Stored data entries
= Beginning of Section =

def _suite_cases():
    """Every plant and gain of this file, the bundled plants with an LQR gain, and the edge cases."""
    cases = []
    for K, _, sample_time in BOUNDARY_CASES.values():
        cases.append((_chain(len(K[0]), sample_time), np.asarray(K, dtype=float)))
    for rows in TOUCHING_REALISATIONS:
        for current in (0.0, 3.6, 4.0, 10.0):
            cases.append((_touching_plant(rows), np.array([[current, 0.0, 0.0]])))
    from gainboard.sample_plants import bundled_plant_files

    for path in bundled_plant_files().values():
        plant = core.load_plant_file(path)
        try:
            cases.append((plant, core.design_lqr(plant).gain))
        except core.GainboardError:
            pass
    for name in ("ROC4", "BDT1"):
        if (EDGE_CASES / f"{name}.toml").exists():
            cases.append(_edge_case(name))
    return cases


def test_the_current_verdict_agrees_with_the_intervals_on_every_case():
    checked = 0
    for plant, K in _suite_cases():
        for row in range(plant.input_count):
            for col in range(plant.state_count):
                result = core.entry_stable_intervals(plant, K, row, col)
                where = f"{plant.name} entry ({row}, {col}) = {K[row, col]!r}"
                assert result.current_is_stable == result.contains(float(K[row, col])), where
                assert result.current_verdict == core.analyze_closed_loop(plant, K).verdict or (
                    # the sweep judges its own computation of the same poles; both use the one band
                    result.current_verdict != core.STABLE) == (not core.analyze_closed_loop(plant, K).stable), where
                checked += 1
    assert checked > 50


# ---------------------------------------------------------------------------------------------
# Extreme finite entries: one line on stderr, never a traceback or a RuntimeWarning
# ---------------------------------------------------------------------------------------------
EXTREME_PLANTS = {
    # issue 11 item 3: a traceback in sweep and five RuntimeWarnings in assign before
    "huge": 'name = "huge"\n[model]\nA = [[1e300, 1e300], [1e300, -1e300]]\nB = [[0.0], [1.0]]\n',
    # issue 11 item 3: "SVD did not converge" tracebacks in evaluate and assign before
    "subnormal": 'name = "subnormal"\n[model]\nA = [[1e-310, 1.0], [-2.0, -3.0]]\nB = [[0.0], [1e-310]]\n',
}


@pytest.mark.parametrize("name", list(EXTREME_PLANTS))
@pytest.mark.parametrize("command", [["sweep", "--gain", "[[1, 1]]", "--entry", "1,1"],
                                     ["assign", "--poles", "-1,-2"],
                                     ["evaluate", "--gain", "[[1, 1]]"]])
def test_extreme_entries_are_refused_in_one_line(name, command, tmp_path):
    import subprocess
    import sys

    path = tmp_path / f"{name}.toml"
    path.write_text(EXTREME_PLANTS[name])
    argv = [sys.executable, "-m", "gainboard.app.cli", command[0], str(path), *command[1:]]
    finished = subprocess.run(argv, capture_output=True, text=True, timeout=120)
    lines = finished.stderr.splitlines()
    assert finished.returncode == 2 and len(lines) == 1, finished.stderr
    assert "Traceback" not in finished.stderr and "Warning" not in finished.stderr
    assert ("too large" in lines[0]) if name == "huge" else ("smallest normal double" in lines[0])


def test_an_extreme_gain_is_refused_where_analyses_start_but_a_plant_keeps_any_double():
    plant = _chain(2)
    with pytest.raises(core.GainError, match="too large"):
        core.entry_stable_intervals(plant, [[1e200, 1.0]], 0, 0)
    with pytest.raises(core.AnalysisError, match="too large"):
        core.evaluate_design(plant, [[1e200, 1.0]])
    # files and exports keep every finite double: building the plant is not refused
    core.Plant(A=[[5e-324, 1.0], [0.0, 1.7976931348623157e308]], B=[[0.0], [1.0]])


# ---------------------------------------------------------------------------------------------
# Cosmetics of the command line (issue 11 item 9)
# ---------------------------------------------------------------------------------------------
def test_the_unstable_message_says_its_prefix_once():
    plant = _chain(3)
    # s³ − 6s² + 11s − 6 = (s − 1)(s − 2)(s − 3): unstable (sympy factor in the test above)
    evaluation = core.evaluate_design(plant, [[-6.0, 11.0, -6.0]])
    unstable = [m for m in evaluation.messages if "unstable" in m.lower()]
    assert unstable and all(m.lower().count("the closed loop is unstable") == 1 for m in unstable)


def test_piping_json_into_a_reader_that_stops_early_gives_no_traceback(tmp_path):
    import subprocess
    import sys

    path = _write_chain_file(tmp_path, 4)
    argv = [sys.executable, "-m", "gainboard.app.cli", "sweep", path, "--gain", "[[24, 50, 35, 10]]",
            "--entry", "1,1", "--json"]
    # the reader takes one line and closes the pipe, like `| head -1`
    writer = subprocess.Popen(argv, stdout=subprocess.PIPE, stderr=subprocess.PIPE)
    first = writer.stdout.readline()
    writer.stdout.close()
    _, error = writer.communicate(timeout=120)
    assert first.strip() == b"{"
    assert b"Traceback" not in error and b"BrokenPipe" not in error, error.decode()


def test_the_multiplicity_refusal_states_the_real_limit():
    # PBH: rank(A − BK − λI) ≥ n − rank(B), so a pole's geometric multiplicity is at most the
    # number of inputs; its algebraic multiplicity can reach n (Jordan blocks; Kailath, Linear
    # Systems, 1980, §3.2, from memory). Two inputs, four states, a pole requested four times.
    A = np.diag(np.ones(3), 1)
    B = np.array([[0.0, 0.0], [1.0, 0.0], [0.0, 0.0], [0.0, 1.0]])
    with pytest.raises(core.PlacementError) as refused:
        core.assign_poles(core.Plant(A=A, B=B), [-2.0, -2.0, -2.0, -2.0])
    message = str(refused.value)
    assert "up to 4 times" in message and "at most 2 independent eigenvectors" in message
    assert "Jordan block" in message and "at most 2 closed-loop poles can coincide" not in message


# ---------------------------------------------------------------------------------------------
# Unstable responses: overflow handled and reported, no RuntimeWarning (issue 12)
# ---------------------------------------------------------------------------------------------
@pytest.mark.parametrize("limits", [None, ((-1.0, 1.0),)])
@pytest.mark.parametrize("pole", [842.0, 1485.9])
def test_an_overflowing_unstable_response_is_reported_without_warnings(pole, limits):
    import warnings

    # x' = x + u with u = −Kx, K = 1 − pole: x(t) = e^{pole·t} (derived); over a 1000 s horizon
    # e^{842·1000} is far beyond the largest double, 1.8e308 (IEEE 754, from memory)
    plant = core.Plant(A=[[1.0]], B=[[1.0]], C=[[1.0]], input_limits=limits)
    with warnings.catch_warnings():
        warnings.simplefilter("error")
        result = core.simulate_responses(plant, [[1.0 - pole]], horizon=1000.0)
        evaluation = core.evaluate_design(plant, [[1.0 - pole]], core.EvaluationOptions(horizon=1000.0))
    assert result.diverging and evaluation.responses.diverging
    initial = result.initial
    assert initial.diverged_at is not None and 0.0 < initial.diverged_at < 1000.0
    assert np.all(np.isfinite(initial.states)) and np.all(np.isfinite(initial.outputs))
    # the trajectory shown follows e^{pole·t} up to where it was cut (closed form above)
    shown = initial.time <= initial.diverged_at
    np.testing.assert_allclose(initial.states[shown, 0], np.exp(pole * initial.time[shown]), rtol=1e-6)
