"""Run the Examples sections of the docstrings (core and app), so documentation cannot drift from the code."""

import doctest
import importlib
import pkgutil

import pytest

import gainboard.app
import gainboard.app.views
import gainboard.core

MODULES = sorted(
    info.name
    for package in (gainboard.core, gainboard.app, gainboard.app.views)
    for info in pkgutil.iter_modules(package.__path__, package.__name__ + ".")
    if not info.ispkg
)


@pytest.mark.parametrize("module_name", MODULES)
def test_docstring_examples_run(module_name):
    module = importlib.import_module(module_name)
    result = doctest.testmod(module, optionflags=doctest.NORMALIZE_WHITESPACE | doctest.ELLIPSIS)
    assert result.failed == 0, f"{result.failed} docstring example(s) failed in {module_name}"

= End of Section =
= Beginning of Section =

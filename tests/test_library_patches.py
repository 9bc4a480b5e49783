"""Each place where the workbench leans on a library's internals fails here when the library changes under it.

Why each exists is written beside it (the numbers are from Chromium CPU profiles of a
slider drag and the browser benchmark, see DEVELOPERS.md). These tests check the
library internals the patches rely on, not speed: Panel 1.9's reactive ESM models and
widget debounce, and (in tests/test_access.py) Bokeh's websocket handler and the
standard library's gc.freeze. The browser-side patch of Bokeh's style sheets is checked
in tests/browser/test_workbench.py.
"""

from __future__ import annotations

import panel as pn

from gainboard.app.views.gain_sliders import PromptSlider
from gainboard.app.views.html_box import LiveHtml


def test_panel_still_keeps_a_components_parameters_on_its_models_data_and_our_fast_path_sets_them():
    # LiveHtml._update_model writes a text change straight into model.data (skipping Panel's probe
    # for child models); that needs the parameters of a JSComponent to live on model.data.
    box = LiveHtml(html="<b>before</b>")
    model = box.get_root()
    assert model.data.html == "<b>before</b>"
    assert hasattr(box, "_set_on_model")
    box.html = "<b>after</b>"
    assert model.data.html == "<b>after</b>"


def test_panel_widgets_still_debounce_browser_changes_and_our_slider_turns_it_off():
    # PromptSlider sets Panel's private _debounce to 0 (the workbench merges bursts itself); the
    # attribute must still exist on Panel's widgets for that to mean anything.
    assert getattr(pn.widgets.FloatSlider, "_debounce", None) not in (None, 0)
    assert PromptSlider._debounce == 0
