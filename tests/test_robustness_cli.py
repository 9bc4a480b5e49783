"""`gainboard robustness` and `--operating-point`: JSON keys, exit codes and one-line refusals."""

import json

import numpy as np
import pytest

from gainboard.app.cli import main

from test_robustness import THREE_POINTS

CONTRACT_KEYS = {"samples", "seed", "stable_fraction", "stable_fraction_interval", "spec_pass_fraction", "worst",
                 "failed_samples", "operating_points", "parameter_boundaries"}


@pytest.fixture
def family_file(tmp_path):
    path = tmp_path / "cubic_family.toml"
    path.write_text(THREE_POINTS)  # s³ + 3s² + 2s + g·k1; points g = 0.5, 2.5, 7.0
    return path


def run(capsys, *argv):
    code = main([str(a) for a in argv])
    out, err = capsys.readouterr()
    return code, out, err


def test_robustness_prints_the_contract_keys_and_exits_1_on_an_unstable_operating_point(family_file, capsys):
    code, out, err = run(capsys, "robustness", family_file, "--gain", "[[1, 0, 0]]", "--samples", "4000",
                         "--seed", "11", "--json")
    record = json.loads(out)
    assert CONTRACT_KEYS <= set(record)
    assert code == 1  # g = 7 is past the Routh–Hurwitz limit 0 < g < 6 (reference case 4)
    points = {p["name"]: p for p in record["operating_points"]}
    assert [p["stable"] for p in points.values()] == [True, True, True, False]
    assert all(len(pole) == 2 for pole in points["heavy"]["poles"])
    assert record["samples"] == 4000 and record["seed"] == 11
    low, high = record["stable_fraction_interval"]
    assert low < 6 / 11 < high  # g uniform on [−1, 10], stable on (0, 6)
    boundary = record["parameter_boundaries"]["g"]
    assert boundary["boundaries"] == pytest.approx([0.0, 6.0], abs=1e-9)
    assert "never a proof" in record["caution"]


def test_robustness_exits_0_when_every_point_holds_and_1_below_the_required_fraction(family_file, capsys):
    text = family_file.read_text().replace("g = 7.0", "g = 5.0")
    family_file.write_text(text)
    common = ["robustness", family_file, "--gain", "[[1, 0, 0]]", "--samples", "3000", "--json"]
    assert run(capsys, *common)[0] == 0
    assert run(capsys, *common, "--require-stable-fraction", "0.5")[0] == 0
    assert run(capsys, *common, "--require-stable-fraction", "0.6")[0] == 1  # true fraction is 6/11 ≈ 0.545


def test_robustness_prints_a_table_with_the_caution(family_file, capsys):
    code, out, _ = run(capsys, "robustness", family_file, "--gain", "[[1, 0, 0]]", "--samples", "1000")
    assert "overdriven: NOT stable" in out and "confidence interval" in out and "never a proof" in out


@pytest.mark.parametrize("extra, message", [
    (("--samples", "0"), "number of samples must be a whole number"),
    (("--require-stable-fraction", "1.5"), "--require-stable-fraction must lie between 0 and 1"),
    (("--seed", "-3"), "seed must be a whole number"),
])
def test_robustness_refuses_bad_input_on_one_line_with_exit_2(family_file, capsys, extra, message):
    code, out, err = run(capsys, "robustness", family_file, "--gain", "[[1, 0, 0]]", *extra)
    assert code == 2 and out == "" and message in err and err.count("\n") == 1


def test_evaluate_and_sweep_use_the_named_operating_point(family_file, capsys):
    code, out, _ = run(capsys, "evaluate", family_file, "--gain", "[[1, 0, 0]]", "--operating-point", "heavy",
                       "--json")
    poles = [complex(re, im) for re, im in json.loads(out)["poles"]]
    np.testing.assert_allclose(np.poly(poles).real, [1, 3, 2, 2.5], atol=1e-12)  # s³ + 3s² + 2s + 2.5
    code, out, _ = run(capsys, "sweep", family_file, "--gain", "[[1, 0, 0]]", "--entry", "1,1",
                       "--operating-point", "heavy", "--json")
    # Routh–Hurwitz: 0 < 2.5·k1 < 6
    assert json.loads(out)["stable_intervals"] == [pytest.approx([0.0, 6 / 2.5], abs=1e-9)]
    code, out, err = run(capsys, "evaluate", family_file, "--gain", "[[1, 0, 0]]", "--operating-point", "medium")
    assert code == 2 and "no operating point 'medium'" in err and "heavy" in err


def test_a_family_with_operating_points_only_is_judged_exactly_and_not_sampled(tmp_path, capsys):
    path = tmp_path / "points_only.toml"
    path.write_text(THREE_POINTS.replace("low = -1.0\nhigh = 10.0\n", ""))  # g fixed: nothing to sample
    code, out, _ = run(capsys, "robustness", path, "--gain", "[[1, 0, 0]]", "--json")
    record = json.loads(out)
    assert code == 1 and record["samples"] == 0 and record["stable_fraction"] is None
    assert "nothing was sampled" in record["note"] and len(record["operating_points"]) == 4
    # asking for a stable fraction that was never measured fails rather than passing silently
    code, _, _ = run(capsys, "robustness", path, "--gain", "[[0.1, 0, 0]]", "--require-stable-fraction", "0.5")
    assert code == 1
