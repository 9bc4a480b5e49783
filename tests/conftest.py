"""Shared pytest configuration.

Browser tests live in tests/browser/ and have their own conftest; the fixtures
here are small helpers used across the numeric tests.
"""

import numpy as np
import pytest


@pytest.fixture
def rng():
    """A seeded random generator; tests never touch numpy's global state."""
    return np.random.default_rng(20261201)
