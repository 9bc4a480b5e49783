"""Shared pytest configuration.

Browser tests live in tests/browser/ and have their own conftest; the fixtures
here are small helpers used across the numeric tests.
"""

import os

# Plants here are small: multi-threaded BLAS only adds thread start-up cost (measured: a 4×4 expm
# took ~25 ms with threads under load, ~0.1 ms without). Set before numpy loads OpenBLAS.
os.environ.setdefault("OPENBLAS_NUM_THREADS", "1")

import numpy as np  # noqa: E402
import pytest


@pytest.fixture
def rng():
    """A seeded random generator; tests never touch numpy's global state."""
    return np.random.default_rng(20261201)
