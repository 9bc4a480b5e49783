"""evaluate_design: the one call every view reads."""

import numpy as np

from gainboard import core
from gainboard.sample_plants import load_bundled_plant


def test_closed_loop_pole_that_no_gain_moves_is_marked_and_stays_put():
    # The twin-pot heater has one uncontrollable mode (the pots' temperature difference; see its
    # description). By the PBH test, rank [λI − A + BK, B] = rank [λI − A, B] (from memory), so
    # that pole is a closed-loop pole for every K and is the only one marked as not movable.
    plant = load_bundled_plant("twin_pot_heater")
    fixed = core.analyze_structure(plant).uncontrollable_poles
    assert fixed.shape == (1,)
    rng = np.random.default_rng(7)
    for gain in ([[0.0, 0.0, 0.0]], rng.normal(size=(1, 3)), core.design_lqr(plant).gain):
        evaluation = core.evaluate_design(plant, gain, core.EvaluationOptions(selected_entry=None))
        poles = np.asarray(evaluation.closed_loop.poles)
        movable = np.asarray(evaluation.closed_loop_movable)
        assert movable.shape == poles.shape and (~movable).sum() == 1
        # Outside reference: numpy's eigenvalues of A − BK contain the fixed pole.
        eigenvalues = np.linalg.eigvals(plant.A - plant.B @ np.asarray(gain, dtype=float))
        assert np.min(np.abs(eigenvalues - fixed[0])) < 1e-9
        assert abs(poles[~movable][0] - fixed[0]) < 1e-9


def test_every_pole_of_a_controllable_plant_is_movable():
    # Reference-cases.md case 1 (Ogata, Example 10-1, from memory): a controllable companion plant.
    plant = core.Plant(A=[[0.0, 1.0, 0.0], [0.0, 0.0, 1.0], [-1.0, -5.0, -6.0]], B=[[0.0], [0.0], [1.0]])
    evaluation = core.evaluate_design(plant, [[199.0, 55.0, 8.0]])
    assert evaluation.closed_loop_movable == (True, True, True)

= End of Section =

[Instructions to follow]: Look through the entries for the string "fixed". Every line that has it belongs in the answer.

[Exercise answer]:
    path.write_text(THREE_POINTS.replace("low = -1.0\nhigh = 10.0\n", ""))  # g fixed: nothing to sample
    fixed = core.analyze_structure(plant).uncontrollable_poles
    assert fixed.shape == (1,)
        # Outside reference: numpy's eigenvalues of A − BK contain the fixed pole.
        assert np.min(np.abs(eigenvalues - fixed[0])) < 1e-9
        assert abs(poles[~movable][0] - fixed[0]) < 1e-9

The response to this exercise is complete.